George Sbarra, WWII Veteran, Fire Chief and More

Belleville Sons acknowledges the passing of
George Sbarra, 83, on July 25, 2003.

He was a fire chief, veteran, friend
and so much more.

Chief Sbarra was one of a kind
and he shall be greatly missed.

The Belleville Times:

Local man's project preserves
legacy of those killed in war

By Steven DeVries

WWII Veteran George Sbarra of Belleville, New JerseyWhen World War II veteran George Sbarra saw the photos of those from Silver Lake killed in action strewn about the basement floor of his local Veterans of Foreign Wars post, it almost broke his heart.

The Pvt. Joseph C. Taibi Post in Silver Lake was packing up to close, he said - yet another veterans' organization down to an inactive state due to the dropping number of involved members.
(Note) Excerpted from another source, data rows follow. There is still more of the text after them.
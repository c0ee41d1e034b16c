//! A problem solved along a curve of its own: what is moved takes one value after another.

use std::sync::atomic::AtomicBool;

use super::build::{renew, system};
use super::path::Path;
use super::phases::{Assemblage, Near, assembled, equilibrate};
use super::quantities::Solved;
use super::several::may_be_several;
use super::system::{Answer, Failure, System};
use crate::problem::curve::{Curve, NoConstant, at};
use crate::problem::model::Problem;

/// One point of a curve.
#[derive(Clone, Debug)]
pub struct CurvePoint {
    /// What is moved, in base units: plain, mol per litre or kilogram, kelvin.
    pub x: f64,
    /// By the species, components and held phases of [`at_point`]'s system.
    pub state: Result<Answer, Unsolved>,
    /// Of each solid that may form, where it stands among the held phases of the answer.
    pub formed: Vec<Option<usize>>,
}

/// Why there is no answer at a point.
#[derive(Clone, Debug, PartialEq)]
pub enum Unsolved {
    Failed(Failure),
    NoConstant(NoConstant),
}

/// All points of a curve of the problem, which must not be one that is blocked. Each has the
/// answer that the problem has with that value stated in the curve's place; one that has
/// none says why, and the others are not touched by it.
///
/// # Errors
/// [`Failure::Cancelled`] alone.
pub fn along(
    problem: &Problem,
    curve: &Curve,
    cancel: &AtomicBool,
) -> Result<Vec<CurvePoint>, Failure> {
    let mut moved = problem.clone();
    let mut numbers = system(problem);
    let mut walk = Walk::default();
    let mut points = Vec::with_capacity(curve.points);
    for point in 0..curve.points {
        let x = curve.x(point);
        let state = match curve.place(problem, &mut moved, x) {
            Ok(()) => {
                renew(&mut numbers, &moved, curve.over);
                match walk.next(&numbers, cancel) {
                    Err(Failure::Cancelled) => return Err(Failure::Cancelled),
                    state => state.map_err(Unsolved::Failed),
                }
            }
            Err(without) => Err(Unsolved::NoConstant(without)),
        };
        let formed = if state.is_ok() { walk.formed.clone() } else { Vec::new() };
        points.push(CurvePoint { x, state, formed });
    }
    Ok(points)
}

/// The way along a curve: over one basis where it is only numbers that move, and from one
/// assemblage to the next where solids may form or the whole composition counts.
#[derive(Default)]
struct Walk {
    path: Path,
    last: Option<Answer>,
    formed: Vec<Option<usize>>,
}

impl Walk {
    fn next(&mut self, numbers: &System, cancel: &AtomicBool) -> Result<Answer, Failure> {
        if numbers.candidates.is_empty() && numbers.activity.by_ionic_strength().is_some() {
            return self.path.next(numbers, cancel);
        }
        let near = self.last.take();
        let near = near.as_ref().filter(|_| !may_be_several(numbers));
        let near = near.map(|answer| Near { answer, formed: &self.formed });
        let found = equilibrate(numbers.clone(), near, cancel)?;
        self.formed = found.formed;
        self.last = Some(found.answer.clone());
        Ok(found.answer)
    }
}

/// One point alone: the problem as it is there, and its answer.
///
/// # Errors
/// Why there is none.
pub fn solved_at(
    problem: &Problem,
    curve: &Curve,
    x: f64,
    cancel: &AtomicBool,
) -> Result<(Problem, Solved), Unsolved> {
    let moved = at(problem, curve, x).map_err(Unsolved::NoConstant)?;
    let found = equilibrate(system(&moved), None, cancel).map_err(Unsolved::Failed)?;
    Ok((moved, found.into()))
}

/// A point of [`along`] as a problem with its answer, to be asked for any quantity. None
/// where it has no answer.
pub fn at_point(problem: &Problem, curve: &Curve, point: &CurvePoint) -> Option<(Problem, Solved)> {
    let answer = point.state.as_ref().ok()?.clone();
    let moved = at(problem, curve, point.x).ok()?;
    let system = assembled(system(&moved), &point.formed);
    let formed = point.formed.clone();
    Some((moved, Assemblage { system, answer, formed }.into()))
}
The images had been mislaid in the shuffle.

"These men deserve better than this," said Sbarra, who collected the soft-light portraits of uniformed young men, most of whom never lived to see the end of the war they were sent to fight.

Sbarra, who was Belleville's fire chief for 35 years, then embarked on; a two-year effort to ensure that those men would never be misplaced again.

With the help of his family, he has created "Remembrance," a portrait 'book of the men from the Silver' Lake and Soho regions who lost their lives in World War II and Vietnam.

Tuesday, he presented one of only two copies of the book to the Shafter Branch of the Belleville Public Library on Magnolia Street. The cost of creating more than two books was prohibitive.

"We knew it was going to be a big undertaking for him," said Angela Immersi, Sbarra's daughter and principal of School 8. She explained that the family has always tackled big projects together, and Remembrance" would be no different. Mary Tritto and Samuel Sbarra, Immersi's siblings, also helped.

The work consisted of re- searching the names of those from the area who were killed, finding out their vital information and circumstances of their deaths, then trying to locate their photographs.

Sadly, a few of those lost had not only evaporated from the community's memory, but from those of their families. Generations had passed and men killed half a century ago had just become names on the family tree, or photographs packed into a box.

However, when some I people were contacted to provide information for "Remembrance," their own interest in family history was rekindled. Immersi said they were very excited to help and worked hard to find the facts on a relative or their picture.

The family's research had them calling as far as Florida and traveling as far as Rutgers University and Toms River.

The people he met along the way helped Sbarra relive a lot of memories from his days growing up in Silver Lake, and his time in the Fourth Infantry Division.

Sbarra acknowledged that "Remembrance" is a way for him to place a mark on the page in American history that is all too quickly turning over.

George Sbarra
Second chances for heroism

This week George Sbarra showed Belleville that you don't necessarily get one chance to be a hero.

Sbarra, who served his country in World War II, spent the last two years making sure that the men of his community who died in battles so far from home would not be forgotten. He created "Remembrance," a book that shows the faces and history of those men.

This week, he presented a copy to the Shafter Branch of the library in Silver Lake, where it will be kept for the community's benefit.

He didn't have to dodge bullets to do it, but he acted out of a pure desire to give to some- one else. That's selflessness, and it's the cornerstone of heroism. It's what drives a soldier to throw himself on to a live grenade to save the lives of his comrades, or what impels a firefighter to run into a burning building on the slim-chance that someone may be trapped inside. Sbarra was Belleville's fire chief for over 35 years.

Selflessness manifests itself in many ways, whether it's in the more dramatic circum- stances just mentioned, or in giving two years of one's life to creating a book for someone else's benefit.

So many people take a project on, hoping that it will become their own legacy. But Sbarra worked on "Remembrance" in near silence, and if other people hadn't contacted the media about it, it would have been released unmarked.

What Sbarra discovered during his work was that some soldiers who selflessly gave up their lives years ago were slipping into anonymity forever. That was more than he could bear, so he chose to undertake "Remembrance" for their legacy, not his own.

George Sbarra has spent a good deal of his life showing selflessness. Let us hope that when the time comes to celebrate his life, the community gives as much back as it received.